5. Monitor airline alerts and advisories before boarding.
For safety guidance and official updates, see the Federal Aviation Administration: https://www.faa.gov
Research leaders and tools
- University of Reading researchers, including Paul Williams and Mohamed Foudad, have led much of the recent work linking jet stream changes to rising CAT risk.
- Ignacio Gallego-Marcos (Turbli) uses EDR to rank routes and make turbulence risk more understandable to planners and travelers.
- Academic groups and tech companies are improving forecast models and route-by-route guidance.
- Media outlets published interactive maps in 2025 showing how a 2°C warming scenario could affect specific flights (e.g., New York–London, Tokyo–Los Angeles).

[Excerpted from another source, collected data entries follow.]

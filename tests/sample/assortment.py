"""The items of every chain: their lives on the shelf, their packs, codes and prices at the start."""

from collections.abc import Iterator
from dataclasses import dataclass, replace

import numpy as np
from numpy.typing import NDArray

from tests.sample.market import Aggregate, Chain, Market, Pack, log_trend
from tests.sample.timeline import MONDAYS, month_of_weeks, stream

LAST_WEEK = len(MONDAYS) - 1
SHORTEST_LIFE = 14
DEAR_ITEMS = 0.7
RELAUNCH_RATIOS = (0.85, 0.955)
WEEK_MONTH = month_of_weeks()


@dataclass(frozen=True, slots=True)
class Item:
    """One article code of one chain. `base` is its price when the trend stands at 1."""

    feed: str
    code: str
    aggregate: Aggregate
    brand: str
    variant: int
    pack: Pack
    organic: bool
    fat: str
    base: float
    popularity: float
    first_week: int
    last_week: int
    ending: str
    predecessor: str
    held_from: int


@dataclass(frozen=True, slots=True)
class Relaunch:
    """An item that came back under a new code with a smaller pack at the same price."""

    feed: str
    ea: str
    old: str
    new: str
    week: str
    old_pack: str
    new_pack: str
    content_ratio: float


@dataclass(frozen=True, slots=True)
class Shelf:
    """One place on a chain's shelf, which items of an elementary aggregate fill one after the other."""

    chain: Chain
    aggregate: Aggregate
    brands: tuple[str, ...]
    trend: NDArray[np.float64]
    codes: Iterator[str]
    rng: np.random.Generator


def assortment(market: Market, chain: Chain) -> tuple[Item, ...]:
    """Return every item a chain sold in the three years."""
    codes = _codes(chain.feed)
    items: list[Item] = []
    for aggregate in market.aggregates:
        trend = log_trend(aggregate)
        brands = tuple(stream("brands", aggregate.code).choice(market.brands, size=6, replace=False).tolist())
        for slot in range(aggregate.slots[chain.feed]):
            rng = stream("slot", chain.feed, aggregate.code, slot)
            items.extend(_lives(Shelf(chain, aggregate, brands, trend, codes, rng)))
    return tuple(items)


def relaunches(items: tuple[Item, ...]) -> tuple[Relaunch, ...]:
    """Return the relaunches among a chain's items."""
    by_code = {item.code: item for item in items}
    return tuple(
        Relaunch(
            feed=new.feed,
            ea=new.aggregate.code,
            old=new.predecessor,
            new=new.code,
            week=MONDAYS[new.first_week].isoformat(),
            old_pack=pack_text(by_code[new.predecessor].pack),
            new_pack=pack_text(new.pack),
            content_ratio=round(new.pack.content / by_code[new.predecessor].pack.content, 4),
        )
        for new in items
        if new.predecessor
    )


def pack_text(pack: Pack) -> str:
    """Return the plain form of a pack, `6x330ml`."""
    count = f"{pack.count}x" if pack.count > 1 else ""
    return f"{count}{pack.amount:g}{pack.unit}"


def gtin13(number: int) -> str:
    """Return the GTIN-13 of a demonstration article number, with its check digit."""
    body = f"950{number:09d}"
    total = sum(int(digit) * (3 if place % 2 else 1) for place, digit in enumerate(body))
    return f"{body}{-total % 10}"


def _codes(feed: str) -> Iterator[str]:
    if feed == "kestrin":
        for number in stream("codes", feed).permutation(900_000):
            yield gtin13(31_000_000 + 7 * int(number))
    for number in stream("codes", feed).permutation(90_000):
        yield f"{100_000 + int(number)}" if feed == "brindlow" else f"{int(number):06d}"


def _lives(shelf: Shelf) -> Iterator[Item]:
    """Yield the items that follow each other on one place of the shelf."""
    rng = shelf.rng
    item = _fresh(shelf, first_week=0)
    while True:
        life = SHORTEST_LIFE + int(rng.geometric(shelf.aggregate.churn / 52.0 * 1.25))
        last = item.first_week + life
        if last >= LAST_WEEK - 8:
            yield item
            return
        held = _hold(shelf, item, last)
        if held >= 0:
            yield replace(item, last_week=last, ending="relaunch", held_from=held)
            item = _smaller(shelf, item, held, last + 1)
            continue
        ending = "clearance" if rng.random() < 0.6 else "delisted"
        yield replace(item, last_week=last, ending=ending)
        item = _fresh(shelf, first_week=last + 1 + int(rng.integers(0, 3)))


def _fresh(shelf: Shelf, *, first_week: int) -> Item:
    chain, aggregate, rng = shelf.chain, shelf.aggregate, shelf.rng
    own = rng.random() < 0.25
    loose = aggregate.weighed and chain.feed != "brindlow"
    pack = Pack(1, 1.0, "kg") if loose else aggregate.packs[int(rng.integers(len(aggregate.packs)))]
    scale = (pack.content / aggregate.packs[0].content) ** 0.85
    price = float(rng.uniform(*aggregate.price)) * chain.price_level * scale * (0.8 if own else 1.0)
    usual = sum(aggregate.price) / 2.0
    return Item(
        feed=chain.feed,
        code=next(shelf.codes),
        aggregate=aggregate,
        brand=chain.own_label if own else str(rng.choice(shelf.brands)),
        variant=int(rng.integers(len(aggregate.variants))),
        pack=pack,
        organic=bool(rng.random() < 0.15) and aggregate.code.startswith("01"),
        fat=str(rng.choice(aggregate.fat)) if aggregate.fat else "",
        base=price,
        popularity=float(np.exp(rng.normal(0.0, 0.4))) * (price / usual) ** -DEAR_ITEMS,
        first_week=first_week,
        last_week=LAST_WEEK,
        ending="",
        predecessor="",
        held_from=-1,
    )


def _hold(shelf: Shelf, item: Item, last: int) -> int:
    """Return the month from which the price is held until the pack shrinks, -1 for no relaunch."""
    if not shelf.aggregate.relaunch or shelf.rng.random() < 0.3:
        return -1
    month = int(WEEK_MONTH[last + 1])
    first = int(WEEK_MONTH[item.first_week])
    ratios = np.exp(shelf.trend[first : max(month - 2, first)] - shelf.trend[month])
    low, high = RELAUNCH_RATIOS
    fitting = [
        first + place
        for place, ratio in enumerate(ratios)
        if low <= ratio <= high and _shrunk(item.pack, float(ratio)).content < item.pack.content
    ]
    return int(shelf.rng.choice(fitting)) if fitting else -1


def _smaller(shelf: Shelf, item: Item, held: int, first_week: int) -> Item:
    """Return the successor: less in the pack at the price held, so that its price stands on the trend."""
    month = int(WEEK_MONTH[first_week])
    ratio = float(np.exp(shelf.trend[held] - shelf.trend[month]))
    return replace(
        item,
        code=next(shelf.codes),
        pack=_shrunk(item.pack, ratio),
        base=item.base * ratio,
        first_week=first_week,
        last_week=LAST_WEEK,
        ending="",
        predecessor=item.code,
        held_from=-1,
    )


def _shrunk(pack: Pack, ratio: float) -> Pack:
    step = 0.05 if pack.unit in ("kg", "l") else 10.0 if pack.amount >= 200 else 5.0
    amount = round(round(pack.amount * ratio / step) * step, 2)
    return replace(pack, amount=amount)
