"""The invented market, read from `aggregates.toml` and `wording.toml`."""

import re
import tomllib
from dataclasses import dataclass
from pathlib import Path
from typing import Any

import numpy as np
from numpy.typing import NDArray

from tests.sample.timeline import MONTHS, stream

FEEDS = ("brindlow", "kestrin", "ombray")
HERE = Path(__file__).parent
PACK = re.compile(r"(?:(?P<count>\d+)x)?(?P<amount>[\d.]+)(?P<unit>g|kg|ml|l|pc)")


@dataclass(frozen=True, slots=True)
class Pack:
    """What one unit of an item holds: `count` pieces of `amount` `unit`."""

    count: int
    amount: float
    unit: str

    @property
    def content(self) -> float:
        """Total content in g, ml or pieces."""
        return self.count * self.amount * (1000.0 if self.unit in ("kg", "l") else 1.0)

    @classmethod
    def parse(cls, text: str) -> "Pack":
        """Read `6x330ml`."""
        match = PACK.fullmatch(text)
        if match is None:
            raise ValueError(text)
        return cls(int(match["count"] or 1), float(match["amount"]), match["unit"])


@dataclass(frozen=True, slots=True)
class Aggregate:
    """One elementary aggregate; `code` is empty for goods outside the index."""

    code: str
    label: str
    rates: tuple[float, ...]
    price: tuple[float, float]
    price_season: float
    demand_season: float
    peak: int
    elasticity: float
    packs: tuple[Pack, ...]
    fat: tuple[str, ...]
    slots: dict[str, int]
    weight: float
    churn: float
    relaunch: bool
    weighed: bool
    deposit: float
    kind: dict[str, str]
    variants: tuple[dict[str, str], ...]
    category: dict[str, str]


@dataclass(frozen=True, slots=True)
class Chain:
    """One retailer."""

    feed: str
    own_label: str
    price_level: float
    outlets: dict[str, float]


@dataclass(frozen=True, slots=True)
class Market:
    """Everything invented by hand."""

    aggregates: tuple[Aggregate, ...]
    chains: tuple[Chain, ...]
    brands: tuple[str, ...]

    def indexed(self) -> tuple[Aggregate, ...]:
        """Return the elementary aggregates of the index."""
        return tuple(aggregate for aggregate in self.aggregates if aggregate.code)

    def chain(self, feed: str) -> Chain:
        """Return the chain behind a feed."""
        return next(chain for chain in self.chains if chain.feed == feed)


def read_market() -> Market:
    """Read the two market files."""
    numbers = tomllib.loads((HERE / "aggregates.toml").read_text(encoding="utf-8"))
    wording = tomllib.loads((HERE / "wording.toml").read_text(encoding="utf-8"))
    return Market(
        aggregates=tuple(
            _aggregate(block, wording["words"][block["code"] or "none"]) for block in numbers["aggregate"]
        ),
        chains=tuple(Chain(**block) for block in wording["chain"]),
        brands=tuple(wording["brands"]),
    )


def log_trend(aggregate: Aggregate) -> NDArray[np.float64]:
    """Return the log of the true price level per month, 0 in the first."""
    monthly = np.repeat(np.array(aggregate.rates) / 12.0, 12)[1:]
    shocks = stream("trend", aggregate.code).normal(0.0, 0.003, size=len(MONTHS) - 1)
    level = np.concatenate([[0.0], np.cumsum(monthly + shocks - shocks.mean())])
    phase = 2.0 * np.pi * (np.arange(len(MONTHS)) + 1 - aggregate.peak) / 12.0
    season = aggregate.price_season * np.cos(phase)
    path: NDArray[np.float64] = level + season - season[0]
    return path


def demand_season(aggregate: Aggregate) -> NDArray[np.float64]:
    """Return the seasonal factor of demand per month."""
    phase = 2.0 * np.pi * (np.arange(len(MONTHS)) + 1 - aggregate.peak) / 12.0
    factor: NDArray[np.float64] = np.exp(aggregate.demand_season * np.cos(phase))
    return factor


def _aggregate(block: dict[str, Any], words: dict[str, Any]) -> Aggregate:
    price_season, swing, peak = block["season"]
    return Aggregate(
        code=block["code"],
        label=block["label"],
        rates=tuple(block["rates"]),
        price=(block["price"][0], block["price"][1]),
        price_season=price_season,
        demand_season=swing,
        peak=peak,
        elasticity=block["elasticity"],
        packs=tuple(Pack.parse(text) for text in block["packs"]),
        fat=tuple(block.get("fat", ())),
        slots=dict(zip(FEEDS, block["slots"], strict=True)),
        weight=block["weight"],
        churn=block.get("churn", 0.36),
        relaunch=block.get("relaunch", False),
        weighed=block.get("weighed", False),
        deposit=block.get("deposit", 0.0),
        kind=_by_feed(words["kind"]),
        variants=tuple(_by_feed(text) for text in words["variants"]),
        category=_by_feed(words["category"]),
    )


def _by_feed(text: str) -> dict[str, str]:
    return dict(zip(FEEDS, text.split("|"), strict=True))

Broader climate and industry context
- Aviation contributes about 3.5% of human-caused warming.
- Pressure is mounting to switch to cleaner fuels, redesign operations, and reduce aviation emissions.
- Near-term reality: pilots will likely need to alter altitudes, routes, or speeds more often, which can increase fuel use and costs.
Safety remains the top immediate priority: modern aircraft are engineered to tolerate strong forces, but the majority of injuries result from people being unbelted when turbulence hits.
Takeaway for travelers
The science points in one direction: climate change is making many high-altitude corridors bumpier, with the Northern Hemisphere—home to the heaviest cross-border flight flows—showing the clearest rise. Studies from May–August 2025 warn that severe events could multiply in coming decades without emissions cuts. At the same time, airlines are responding with better forecasts, smarter routing, earlier cabin service cutoffs, and stronger safety reminders.
For anyone traveling for school, work, family reunions, or immigration-related appointments:
– Buckle up when seated.
– Expect possible longer or shifted routes.
– Build margin into itineraries for tight connections.
– Follow airline alerts and crew instructions—most turbulence injuries are preventable.
As researchers continue to track the skies, official agencies and industry groups encourage steady, practical action. The FAA provides safety advice and reporting channels; University of Reading teams publish fresh findings; and platforms analyzing EDR keep ranking routes so planners and pilots can make informed choices before wheels-up. What matters most for travelers is staying ready for a bit more motion—and remembering that clear-air turbulence, though invisible, is understood better each year.
This Article in a Nutshell
2025 research links increasing clear-air turbulence on Northern Hemisphere routes to jet-stream changes driven by warming. Incidents and injuries have risen; models warn further increases without emissions cuts. Airlines adapt operationally, and passengers should buckle up and plan longer connections.